Judul : Negeri Fast Food
Judul Asli : Fast Food Nation
Penulis : Eric Schlosser
Penerjemah : Ronny Agustinus
Penerbit : Insist Press
Cetakan : Pertama, Mei 2004
Tebal : (x + 392) halaman
Harga : Rp 38.000

KABAR
tentang industri makanan cepat saji atau fast food dengan sistem waralabanya ternyata tidak serenyah daging ayam goreng di Ketucky Fried Chicken, seempuk burger di McDonald’s, atau sehangat keju leleh di Pizza Hut. Industri fast food ternyata bukan hanya memusingkan negara berkembang yang begitu masif diserbu aneka lisensi makanan cepat saji tetapi juga membuat ketar-ketir Negeri Paman Sam yang mengekspor budaya massa tersebut.

Sudah menjadi isu global bahwa industri fast food telah mengobrak-abrik tatanan kehidupan individu, regional, dan dunia. Selama ini juga industri fast food selalu dikaitkan dengan masalah eksploitasi anak-anak melalui belanja iklan yang besar dan gencar di media massa, kebijakan tenaga kerja dan upah murah, pemberangusan serikat kerja, masalah kesehatan terutama obesitas dan kematian, serta soal monopoli. Bahkan di AS pemilik industri fast food dan rekanannya juga dapat mengontrol harga sehingga membuat sengsara peternak sapi, ayam, serta petani kentang. Banyak peternak kini tak berdaya dan tidak sedikit yang bangkrut karena terlilit utang. (hal. 175)

Selama tiga dasawarsa terakhir fast food telah merembes ke semua celah dan ceruk masyarakat Amerika Serikat. Sebuah industri yang bermula dari kedai hotdog dan hamburger di California Selatan setelah Perang Dunia ini telah menyebar ke segenap penjuru negeri. Fast food kini dihidangkan di restoran-restoran drive-in, stadion, bandara, kebun binatang, sekolah menengah, sekolah dasar, universitas, kapal-kapal pesiar, pesawat terbang, kereta api, dan kantin-kantin rumah sakit. Hanya untuk fast food, warga Amerika Serikat mengeluarkan dana mencapai 110 miliar dolar per tahun pada 2001.

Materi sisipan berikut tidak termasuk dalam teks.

import { z } from 'zod';
import type { CurvePoint } from '#shared/domain/cooling-curve/curve-point.ts';
import type { CurveVerdict } from '#shared/domain/cooling-curve/judge-curve.ts';
import { optionalWords } from './common.ts';

/** Hands in a melt's cooling curve: points as they were logged, or a table as text. `key` is made once for it. */
export const recordCurveRequest = z
  .object({
    key: z.uuid(),
    instrumentId: z.uuid('That is not an instrument of ours.').nullable().default(null),
    points: z
      .array(
        z.object({
          seconds: z.number().min(0).max(86_400),
          temperatureC: z.number().min(-50, 'No furnace is that cold.').max(2000, 'No furnace is that hot.'),
        }),
      )
      .min(2, 'There are no points in it.')
      .max(5000, 'At most 5000 points: thin them out.')
      .optional(),
    table: z
      .string({ error: 'Choose a file.' })
      .min(1, 'The file is empty.')
      .max(240_000, 'The file is larger than 240 kB: thin it out.')
      .optional(),
    note: optionalWords(500),
  })
  .refine(({ points, table }) => (points === undefined) !== (table === undefined), {
    error: 'Choose a file of times and temperatures.',
    path: ['table'],
  });
/** Hands in a melt's cooling curve. */
export type RecordCurveRequest = z.input<typeof recordCurveRequest>;

/** A melt's cooling curve with what was made of it. */
export interface CoolingCurve {
  readonly id: string;
  readonly source: 'live' | 'table';
  /** With the offset, thinned out to what a picture can show. */
  readonly points: readonly CurvePoint[];
  /** How many there are in all. */
  readonly pointCount: number;
  readonly offsetC: number;
  readonly thermometerC: number;
  readonly verdict: CurveVerdict;
  readonly note: string;
  readonly instrument: string | null;
  readonly person: string;
  readonly at: string;
}

/** The cooling curves of a melt, oldest first, and whether this person may hand one in. */
export interface MeltCurves {
  readonly curves: readonly CoolingCurve[];
  readonly abilities: { readonly record: boolean };
}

Budaya fast food juga ternyata telah merambah dan menyeragamkan budaya dunia. Sosiolog dari Universitas Maryland George Ritzer dalam bukunya The McDonaldization of Society (2000) mengungkapkan konsep McDonaldisasi yang terinspirasi restoran cepat saji McDonald’s. Menurut Ritzer, prinsip-prinsip dalam McDonaldisasi sebenarnya adalah komponen dasar dari sistem masyarakat modern. Namun, prinsip-prinsip tersebut dalam ruang praksis malah memperlihatkan irasionalitas. Bahkan disebutkan McDonaldisasi malah melahirkan dehumanisme sistemik.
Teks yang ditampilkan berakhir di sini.